Pater noster, qui es in caelis
𝙎𝙄𝙉𝙊𝙋𝙎𝙄𝙎
Heike Konoe siempre había sido una creyente en el verdadero sentido de la palabra. Todos los domingos asistía a misa, rezaba antes de hacer cualquier labor y seguía los valores que le habían sido establecidos por la religión. Para Heike, la fe era su mayor refugio, uno en el cual ella tenía la esperanza de mostrarse como la mejor versión de sí misma, que todo lo que había atravesado era una señal de que todo el mal que la rodeaba acabaría pronto.
Yuuji Itadori también se consideraba a sí mismo como un creyente. No se adecuaba a una simple religión; él creía en las personas, en cómo detrás de cada acción o palabra, habían razones y motivaciones detrás. Para Yuuji, creer en alguien más le daba fuerza para seguir adelante; tener fe ciega en las personas y en la forma digna en la que deberían morir, eran sus más grandes ideales.
La fe y el amor son dos cosas intangibles, las cuales muchos siguen ciegamente y sin remordimientos. Heike e Itadori conocían lo que era la fe, ¿pero qué tal el amor?

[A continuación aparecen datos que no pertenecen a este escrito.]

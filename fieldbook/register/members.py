"""The occupations of one mark, made ready to be combined: one frame and epoch, none counted twice, and what they share.

A place in another frame or epoch than the mark's is transformed through the gateway, when the register's frame was decided; the
operation then stands in its budget as a common line. Where it cannot be, or nothing was decided, the occupation is set apart
with the reason. Never are two frames averaged.
"""

from __future__ import annotations

import math
from collections import Counter
from collections.abc import Sequence
from dataclasses import dataclass, replace

from fieldbook.check.repeats import Circumstance
from fieldbook.errors import FieldbookError
from fieldbook.model.entry import Entry
from fieldbook.model.reduction import BudgetLine, Finding
from fieldbook.model.session import Antenna, Corrections, FrameChoice, Receiver, Requirement
from fieldbook.reduce import frames
from fieldbook.reduce.budget import Term, Triple
from fieldbook.reduce.combine import Input, Shared
from fieldbook.reduce.constants import SAME_EPOCH_YEARS
from fieldbook.reduce.geodesy import enu_difference
from fieldbook.reduce.shared import UNKNOWN, Equipment, equipment_of, split_terms
from fieldbook.reduce.terms import mean_term, operation_terms

from .evidence import Evidence, Place
from .fold import Held

FRAME_OPERATION = "frame operation"
MOTION = "motion of the ground"
MARK_SCOPE = "mark: "


@dataclass(frozen=True)
class Member:
    """One occupation that takes part: its place in the mark's frame, and its budget there. transformed: operation codes."""

    held: Held
    evidence: Evidence
    place: Place
    budget: tuple[BudgetLine, ...]
    transformed: tuple[str, ...] = ()


@dataclass(frozen=True)
class Apart:
    """An occupation that takes no part. code: why, for programs; text: why, and what to do."""

    label: str
    code: str
    text: str


@dataclass(frozen=True)
class Chosen:
    """What takes part and what does not; findings about occupations that look like one and the same."""

    members: tuple[Member, ...]
    apart: tuple[Apart, ...]
    findings: tuple[Finding, ...]


def chosen_members(
    found: Sequence[tuple[Held, Evidence]],
    frame: tuple[str, str | None] | None,
    excluded: dict[tuple[str, int], Entry],
) -> Chosen:
    """The members of a mark.

    Args:
        found: its occupations with their evidence, in order of time.
        frame: the register's frame and epoch, if decided.
        excluded: occupations set apart by decision.
    """
    apart: list[Apart] = []
    findings: list[Finding] = []
    ready: list[tuple[Held, Evidence, Place]] = []
    seen: dict[str, str] = {}
    for held, evidence in found:
        reason = _left_out(held, evidence, excluded, seen)
        if reason is not None:
            apart.append(reason)
        elif evidence.place is not None:
            ready.append((held, evidence, evidence.place))
            if held.received_sha256:
                seen[held.received_sha256] = held.label
    findings += _overlaps([(held, evidence) for held, evidence, _ in ready])
    members: list[Member] = []
    target = frame or _most_frequent([place for _, _, place in ready])
    for held, evidence, place in ready:
        one = _brought(held, evidence, place, target, decided=frame is not None)
        if isinstance(one, Member):
            members.append(one)
        else:
            apart.append(one)
    return Chosen(tuple(members), tuple(apart), tuple(findings))


def _left_out(
    held: Held, evidence: Evidence, excluded: dict[tuple[str, int], Entry], seen: dict[str, str]
) -> Apart | None:
    if held.key in excluded:
        entry = excluded[held.key]
        return Apart(
            held.label, "excluded", f"Set apart by {entry.observer}, entry {entry.seq}: {entry.body['reason']}"
        )
    if evidence.simulated:
        text = "It comes from a simulated receiver: it takes no part in a coordinate."
        return Apart(held.label, "simulated", text)
    if evidence.open:
        text = "It is still open: end it in its book and add the book again."
        return Apart(held.label, "open", text)
    if evidence.place is None:
        text = "It has no coordinates in the client's frame: its ellipsoidal height is not known."
        return Apart(held.label, "no_client_position", text)
    if held.received_sha256 is not None and held.received_sha256 in seen:
        other = seen[held.received_sha256]
        text = f"It holds the same received bytes as {other}: one occupation, recorded twice, is counted once."
        return Apart(held.label, "same_bytes", text)
    return None


def _overlaps(found: Sequence[tuple[Held, Evidence]]) -> list[Finding]:
    """Two occupations of one mark at once, or one receiver at once: one of them is not what it says."""
    findings = []
    for place, (held, evidence) in enumerate(found):
        for other, second in found[place + 1 :]:
            if not (evidence.started and evidence.ended and second.started and second.ended):
                continue
            if evidence.stated is not None or second.stated is not None:
                continue
            if evidence.started <= second.ended and second.started <= evidence.ended:
                text = (
                    f"Occupations {held.label} and {other.label} overlap in time on one mark: the same occupation in two "
                    "books, or another mark. Separate or exclude one of them."
                )
                findings.append(Finding("overlap", "stop", text, {"occupations": [held.label, other.label]}))
    return findings


def _most_frequent(places: Sequence[Place]) -> tuple[str, str | None] | None:
    """Frame and epoch of most occupations, of equal ones of the first."""
    if not places:
        return None
    counted = Counter((place.frame, None if place.epoch is None else f"{place.epoch:.4f}") for place in places)
    return counted.most_common(1)[0][0]


def _brought(
    held: Held, evidence: Evidence, place: Place, target: tuple[str, str | None] | None, *, decided: bool
) -> Member | Apart:
    assert target is not None  # noqa: S101 - there is a place, so there is a target
    epoch = None if target[1] is None else float(target[1])
    if place.frame == target[0] and same_epoch(place.epoch, epoch):
        return Member(held, evidence, place, evidence.budget)
    at = "" if place.epoch is None else f" at {place.epoch:.2f}"
    if not decided:
        text = (
            f"It is given in {place.frame_name} ({place.frame}){at}, others in {target[0]}. "
            "Decide the register's frame (`register decide REG frame`): then it is transformed."
        )
        return Apart(held.label, "frame_differs", text)
    choice = FrameChoice(receiver=place.frame, client=target[0], receiver_epoch=place.epoch, client_epoch=epoch)
    when = evidence.epoch_of_observation
    try:
        client, operation = frames.transform_to_client(
            choice, place.lat_deg, place.lon_deg, place.h_m, when if when is not None else math.nan
        )
    except FieldbookError as error:
        text = f"Its place in {place.frame_name} ({place.frame}){at} cannot be brought to {target[0]}: {error}"
        return Apart(held.label, error.code, text)
    if client is None or client.x_m is None:
        text = f"Without a height its place in {place.frame} cannot be brought to {target[0]}."
        return Apart(held.label, "no_height", text)
    moved = Place(
        client.frame, client.frame_name, client.epoch, client.lat_deg, client.lon_deg, client.h_m,
        (client.x_m, client.y_m or 0.0, client.z_m or 0.0),
    )  # fmt: skip
    lines = tuple(term.line() for term in operation_terms(operation))
    return Member(held, evidence, moved, (*evidence.budget, *lines), tuple(frames.operation_codes(operation)))


def same_epoch(one: float | None, two: float | None) -> bool:
    """Whether two decimal years, or two static frames (None), are the same."""
    return (one is None and two is None) or (one is not None and two is not None and abs(one - two) <= SAME_EPOCH_YEARS)


# -- as the combination sees them ------------------------------------------------------------------------------


def requirement_of(members: Sequence[Member]) -> Requirement:
    """The strictest that was asked of the mark (smallest circle), the latest of equal ones; without limits if nothing was."""
    wanted = [item.evidence.asked for item in members if item.evidence.asked is not None]
    if not wanted:
        return Requirement(math.inf, math.inf, (), 1)
    asked = wanted[0]
    for one in wanted[1:]:
        if one.horizontal_95_m <= asked.horizontal_95_m:
            asked = one
    return Requirement(
        horizontal_95_m=asked.horizontal_95_m,
        vertical_95_m=asked.vertical_95_m,
        accept_quality=(),
        occupations=asked.occupations,
        in_frame=asked.in_frame,
        hours_between=asked.hours_between,
    )


def meets(evidence: Evidence, requirement: Requirement) -> bool:
    """Does the occupation alone reach the required accuracy, in the frame the requirement speaks of?"""
    plan, up = evidence.measured_u95_m
    if requirement.in_frame == "client frame":
        plan, up = evidence.plan_u95_m, evidence.height_u95_m
    return plan <= requirement.horizontal_95_m and up is not None and up <= requirement.vertical_95_m


def equipment(members: Sequence[Member]) -> list[Equipment]:
    """What the occupations among them share with each other: `reduce.shared`, with the figures of every party."""
    stated = []
    for item in members:
        if item.evidence.stated is not None:
            continue
        shares = item.evidence.shares
        stated.append(
            (
                Corrections(shares.corrections, shares.station),
                Antenna(shares.antenna, shares.antenna_serial),
                Receiver("", serial=shares.receiver_serial),
            )
        )
    return equipment_of(stated)


def offsets(members: Sequence[Member]) -> list[Triple]:
    """East, north, up of each from the first, metres; up None without height."""
    first = members[0].place
    ellipsoid = frames.frame_info(first.frame).ellipsoid
    level = next((item.place.h_m for item in members if item.place.h_m is not None), 0.0)
    origin = (first.lat_deg, first.lon_deg, level)
    found: list[Triple] = []
    for item in members:
        place = item.place
        end = (place.lat_deg, place.lon_deg, level if place.h_m is None else place.h_m)
        east, north, up = (float(value) for value in enu_difference(origin, end, ellipsoid))
        found.append((east, north, None if place.h_m is None else up))
    return found


def inputs_of(members: Sequence[Member], *, first_number: int = 1, mark: int | None = None) -> list[Input]:
    """The members as `reduce.combine` takes them, numbered from `first_number`.

    Args:
        mark: name the scopes so that they can be compared with those of other marks: what was not stated is the same within
            a mark (that cannot make its figure too small) and another one in other marks (that cannot make a difference
            too small). The frame operation is the same everywhere, the plumb line and what is not known of are the mark's.
    """
    found = []
    gears = iter(equipment(members))
    for number, (item, place) in enumerate(zip(members, offsets(members), strict=True)):
        evidence = item.evidence
        line = evidence.mean
        if evidence.stated is not None:
            found.append(_stated_input(item, place, first_number + number))
            continue
        gear = next(gears)
        mean = mean_term(line.u_enu_m, line.dof_enu, line.rho_en)
        mean, own, shared = split_terms(list(item.budget), mean, gear)
        if evidence.governed_by != "data":
            mean = replace(mean, group=f"mean, {evidence.fix_class}")
        if mark is not None:
            shared = tuple(_across(one, gear, mark) for one in shared)
        found.append(Input(first_number + number, place, mean, own, shared, evidence.prior_u_enu_m))
    return found


def _stated_input(item: Member, place: Triple, number: int) -> Input:
    """A coordinate from elsewhere: its own part, what all of its source share, and the operation that brought it here."""
    evidence, stated = item.evidence, item.evidence.stated
    assert stated is not None  # noqa: S101 - the caller has looked
    line, name = evidence.mean, f"{stated.kind}, {stated.source}"
    mean = Term(f"stated: {name}", "B", "as stated", line.u_enu_m, (None, None, None), rho_en=line.rho_en)
    common = Term(f"common to the source: {name}", "B", "as stated", stated.common_u_enu_m, common=True)
    shared = [Shared(common, f"source {stated.source}")]
    for extra in item.budget[len(evidence.budget) :]:
        east, north, up = extra.u_enu_m
        term = Term(extra.source, extra.type, extra.distribution, (east, north, up), common=True, note=extra.note)
        shared.append(Shared(term, MARK_SCOPE + extra.source))
    return Input(number, place, mean, (), tuple(shared), evidence.prior_u_enu_m)


def _across(shared: Shared, gear: Equipment, mark: int) -> Shared:
    scope = shared.scope
    no_serial = gear.antenna == gear.antenna_type and scope == f"floor of antenna {gear.antenna}"
    unknown = no_serial or scope.endswith((f"station {UNKNOWN}", f"receiver {UNKNOWN}"))
    common = scope.startswith((MARK_SCOPE + FRAME_OPERATION, MARK_SCOPE + MOTION))
    alone = scope.startswith(MARK_SCOPE) and not common
    return replace(shared, scope=f"{scope}, mark {mark}") if unknown or alone else shared


def circumstances(members: Sequence[Member]) -> list[Circumstance]:
    """What independence and fixed tolerances are judged by; numbered from 1 as the inputs are."""
    found, requirement = [], requirement_of(members)
    for number, item in enumerate(members, 1):
        evidence, shares = item.evidence, item.evidence.shares
        found.append(
            Circumstance(
                occupation=number,
                started=evidence.started,
                ended=evidence.ended,
                sigma_plan_m=evidence.sigma_plan_m,
                sigma_height_m=evidence.sigma_height_m,
                meets=meets(evidence, requirement),
                arp_height_m=evidence.antenna_height_m,
                tribrach=evidence.tribrach,
                antenna=_antenna(evidence),
                observer=evidence.observer,
                station=shares.station,
                receiver=shares.receiver_serial,
            )
        )
    return found


def _antenna(evidence: Evidence) -> str | None:
    """What stood on the mark; a coordinate from elsewhere came by other means than any tripod of ours."""
    if evidence.stated is not None:
        return f"{evidence.stated.kind}, {evidence.stated.source}"
    shares = evidence.shares
    return f"{shares.antenna} {shares.antenna_serial}" if shares.antenna_serial else None


def parties_of(members: Sequence[Member]) -> dict[str, list[str]]:
    """Books, parties, observers and receivers behind a mark: sorted texts."""
    return {
        "books": sorted({item.held.book for item in members}),
        "parties": sorted({item.evidence.party for item in members if item.evidence.party}),
        "observers": sorted({item.evidence.observer for item in members if item.evidence.observer}),
        "receivers": sorted(
            {item.evidence.shares.receiver_serial for item in members if item.evidence.shares.receiver_serial}
        ),
    }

Ambos siendo inexpertos, solo saben que sus corazones se aceleran cuando están cerca del otro y que, mientras Heike no puede pronunciar palabra alguna de forma correcta, Itadori se ve a sí mismo como el sinónimo de torpeza, ¿sería esta una especie de señal divina, o solo el inicio de un nuevo sentimiento de difícil comprensión para ambos?
Los dos no estaban seguros de qué se trataba, pero al menos tenían la certeza de que fuese lo que fuese, ellos simplemente dirían:así sea.

Y entonces, ella leyó la siguiente frase:
❝Ahora, pues, permanecen estas tres virtudes: la fe, la esperanza y el amor. Pero la mayor de ellas es elamor.❞
Heike entendió por completo a qué se referían aquellas palabras impregnadas en su libro sagrado. Ella lo miró a él y, con un sonrojo de por medio, sonrió.